In 2013, Iberomaurusian skeletons from the prehistoric sites of Taforalt and Afalou in the Maghreb were analyzed for ancient DNA. All of the specimens belonged to maternal clades associated with either North Africa or the northern and southern Mediterranean littoral, indicating gene flow between these areas since the Epipaleolithic. The ancient Taforalt individuals carried the mtDNA haplogroups U6, H, JT and V, which points to population continuity in the region dating from the Iberomaurusian period.
The E1b1b-M81, R-M269, and E-M132/E1a paternal haplogroups have been found in ancient Guanche fossils excavated in Punta Azul, El Hierro, Canary Islands, which are dated to the 10th century. Maternally, the specimens all belong to the H1 clade. These locally born individuals carried the H1-16260 haplotype, which is exclusive to the Canary Islands and Algeria. Analysis of their autosomal STRs indicates that the Guanches of the Canary Islands were most closely related to Moroccan Berbers.

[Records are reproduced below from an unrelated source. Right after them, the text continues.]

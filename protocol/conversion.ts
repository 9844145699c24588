/**
 * From the number a payload holds to the reading in its signal's unit: scale and offset first, as PLC registers have
 * them, then from the unit it is sent in. Plain sums and products in a fixed order: the same payload gives the same bits.
 */
import type { Signal } from './site.ts';
import { convertUnits } from './units/unit.ts';

/** reading = ((raw × scale + offset) + before) × num / den + after */
export interface Conversion {
  readonly scale: number;
  readonly offset: number;
  readonly before: number;
  readonly num: number;
  readonly den: number;
  readonly after: number;
}

/** The keys of a signal that a conversion is made of. */
export type ConvertedSignal = Pick<Signal, 'unit' | 'sentIn' | 'scale' | 'offset'>;

const SAME = { before: 0, num: 1, den: 1, after: 0 };

/** A signal's conversion; null where the payload's number is the reading. The site file was checked: units convert. */
export const conversionOf = ({ unit, sentIn, scale, offset }: ConvertedSignal): Conversion | null => {
  if (sentIn === null && scale === 1 && offset === 0) return null;
  const found = sentIn === null ? SAME : convertUnits(sentIn, unit);
  return { scale, offset, ...('kind' in found ? SAME : found) };
};

/** The reading, in the signal's unit. */
export const convert = (how: Conversion | null, raw: number): number => {
  if (how === null) return raw;
  return ((raw * how.scale + how.offset + how.before) * how.num) / how.den + how.after;
};

/** How far a counter of this signal counts before it begins again, in the signal's unit; null: no end is known. */
export const wrapOf = (signal: ConvertedSignal & Pick<Signal, 'wrapsAt'>): number | null => {
  if (signal.wrapsAt === null) return null;
  const how = conversionOf(signal);
  return how === null ? signal.wrapsAt : (signal.wrapsAt * how.scale * how.num) / how.den;
};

In 2018, DNA analysis of Later Stone Age individuals from the site of Taforalt and Early Neolithic Moroccans from the site of Ifri N' Ammar revealed that they were related to the modern North Africans and carried Y-DNA E-M35, EM-215*, E-L19*, and E-M78*. These studies confirmed a long-term genetic continuity in the region showing that Mesolithic Moroccans are similar to Later Stone Age individuals from the same region and possess an endemic component retained in present-day Maghrebi populations.